WORK ITEM ->
Retype, word for word, every line from the one holding "an isothermal line).</summary>" through the one holding "R T), kg/m3.</summary>" in the entries below, both included, and only those lines.

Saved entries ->
■ ■ ■ ■ ■ ■ ■

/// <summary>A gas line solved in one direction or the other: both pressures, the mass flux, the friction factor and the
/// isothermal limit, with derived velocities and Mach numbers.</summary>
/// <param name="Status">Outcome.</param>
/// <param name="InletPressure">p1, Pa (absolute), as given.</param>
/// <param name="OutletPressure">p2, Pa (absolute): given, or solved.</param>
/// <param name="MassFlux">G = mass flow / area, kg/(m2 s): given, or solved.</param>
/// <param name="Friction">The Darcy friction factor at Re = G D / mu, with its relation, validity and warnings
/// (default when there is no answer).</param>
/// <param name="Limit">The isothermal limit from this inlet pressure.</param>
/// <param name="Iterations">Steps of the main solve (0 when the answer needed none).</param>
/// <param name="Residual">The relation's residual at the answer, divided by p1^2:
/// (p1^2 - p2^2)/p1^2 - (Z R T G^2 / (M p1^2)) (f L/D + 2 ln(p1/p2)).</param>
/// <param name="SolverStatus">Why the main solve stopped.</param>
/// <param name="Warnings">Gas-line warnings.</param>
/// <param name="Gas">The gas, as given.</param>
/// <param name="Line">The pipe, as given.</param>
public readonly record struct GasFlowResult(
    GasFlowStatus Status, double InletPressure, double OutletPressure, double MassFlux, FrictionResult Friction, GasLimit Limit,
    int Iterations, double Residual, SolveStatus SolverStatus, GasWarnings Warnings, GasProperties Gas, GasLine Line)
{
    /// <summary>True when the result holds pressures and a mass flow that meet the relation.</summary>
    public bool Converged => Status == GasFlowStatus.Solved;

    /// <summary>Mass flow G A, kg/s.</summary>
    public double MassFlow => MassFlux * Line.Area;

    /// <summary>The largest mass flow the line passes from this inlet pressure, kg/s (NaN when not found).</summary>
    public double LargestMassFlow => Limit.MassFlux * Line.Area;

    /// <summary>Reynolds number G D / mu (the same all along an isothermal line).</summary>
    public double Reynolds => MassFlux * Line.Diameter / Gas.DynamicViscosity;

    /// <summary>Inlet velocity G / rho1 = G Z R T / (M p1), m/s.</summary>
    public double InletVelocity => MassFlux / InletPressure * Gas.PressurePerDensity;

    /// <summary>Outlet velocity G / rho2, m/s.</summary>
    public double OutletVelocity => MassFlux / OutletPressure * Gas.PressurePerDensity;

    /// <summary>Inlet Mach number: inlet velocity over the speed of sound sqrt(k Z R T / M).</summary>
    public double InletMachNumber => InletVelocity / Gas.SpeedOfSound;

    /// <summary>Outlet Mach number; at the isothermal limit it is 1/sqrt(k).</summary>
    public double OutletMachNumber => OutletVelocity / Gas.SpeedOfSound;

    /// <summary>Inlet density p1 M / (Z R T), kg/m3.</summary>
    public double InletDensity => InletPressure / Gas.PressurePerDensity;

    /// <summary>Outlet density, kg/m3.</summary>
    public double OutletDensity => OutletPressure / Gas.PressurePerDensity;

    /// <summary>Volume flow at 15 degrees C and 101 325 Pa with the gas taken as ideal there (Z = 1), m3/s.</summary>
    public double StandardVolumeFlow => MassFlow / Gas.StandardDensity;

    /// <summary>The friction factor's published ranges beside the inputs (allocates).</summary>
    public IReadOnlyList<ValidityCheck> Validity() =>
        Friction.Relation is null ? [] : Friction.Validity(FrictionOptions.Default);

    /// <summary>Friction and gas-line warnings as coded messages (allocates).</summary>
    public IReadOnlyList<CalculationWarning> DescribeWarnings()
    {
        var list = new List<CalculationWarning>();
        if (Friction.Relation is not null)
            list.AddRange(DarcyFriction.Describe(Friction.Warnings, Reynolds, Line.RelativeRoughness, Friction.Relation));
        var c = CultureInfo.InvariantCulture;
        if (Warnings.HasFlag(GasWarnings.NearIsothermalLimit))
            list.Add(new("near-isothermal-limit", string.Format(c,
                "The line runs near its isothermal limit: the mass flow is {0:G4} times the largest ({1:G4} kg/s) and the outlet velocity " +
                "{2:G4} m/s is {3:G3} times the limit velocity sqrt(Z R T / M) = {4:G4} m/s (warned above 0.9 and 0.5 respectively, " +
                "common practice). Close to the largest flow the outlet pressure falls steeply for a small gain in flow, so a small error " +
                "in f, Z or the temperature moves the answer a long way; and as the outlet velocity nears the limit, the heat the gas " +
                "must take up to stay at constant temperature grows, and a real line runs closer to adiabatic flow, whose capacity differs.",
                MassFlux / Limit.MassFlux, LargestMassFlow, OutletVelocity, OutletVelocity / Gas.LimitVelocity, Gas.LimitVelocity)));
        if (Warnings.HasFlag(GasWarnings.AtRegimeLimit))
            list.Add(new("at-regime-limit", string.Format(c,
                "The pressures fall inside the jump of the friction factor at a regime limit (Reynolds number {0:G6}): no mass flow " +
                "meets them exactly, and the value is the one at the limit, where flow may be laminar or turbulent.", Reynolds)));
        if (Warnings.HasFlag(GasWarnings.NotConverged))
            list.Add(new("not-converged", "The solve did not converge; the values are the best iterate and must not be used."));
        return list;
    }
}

■ ■ ■ ■ ■ ■ ■

WORKED SOLUTION ->
    /// <summary>Reynolds number G D / mu (the same all along an isothermal line).</summary>
    public double Reynolds => MassFlux * Line.Diameter / Gas.DynamicViscosity;

    /// <summary>Inlet velocity G / rho1 = G Z R T / (M p1), m/s.</summary>
    public double InletVelocity => MassFlux / InletPressure * Gas.PressurePerDensity;

    /// <summary>Outlet velocity G / rho2, m/s.</summary>
    public double OutletVelocity => MassFlux / OutletPressure * Gas.PressurePerDensity;

    /// <summary>Inlet Mach number: inlet velocity over the speed of sound sqrt(k Z R T / M).</summary>
    public double InletMachNumber => InletVelocity / Gas.SpeedOfSound;

    /// <summary>Outlet Mach number; at the isothermal limit it is 1/sqrt(k).</summary>
    public double OutletMachNumber => OutletVelocity / Gas.SpeedOfSound;

    /// <summary>Inlet density p1 M / (Z R T), kg/m3.</summary>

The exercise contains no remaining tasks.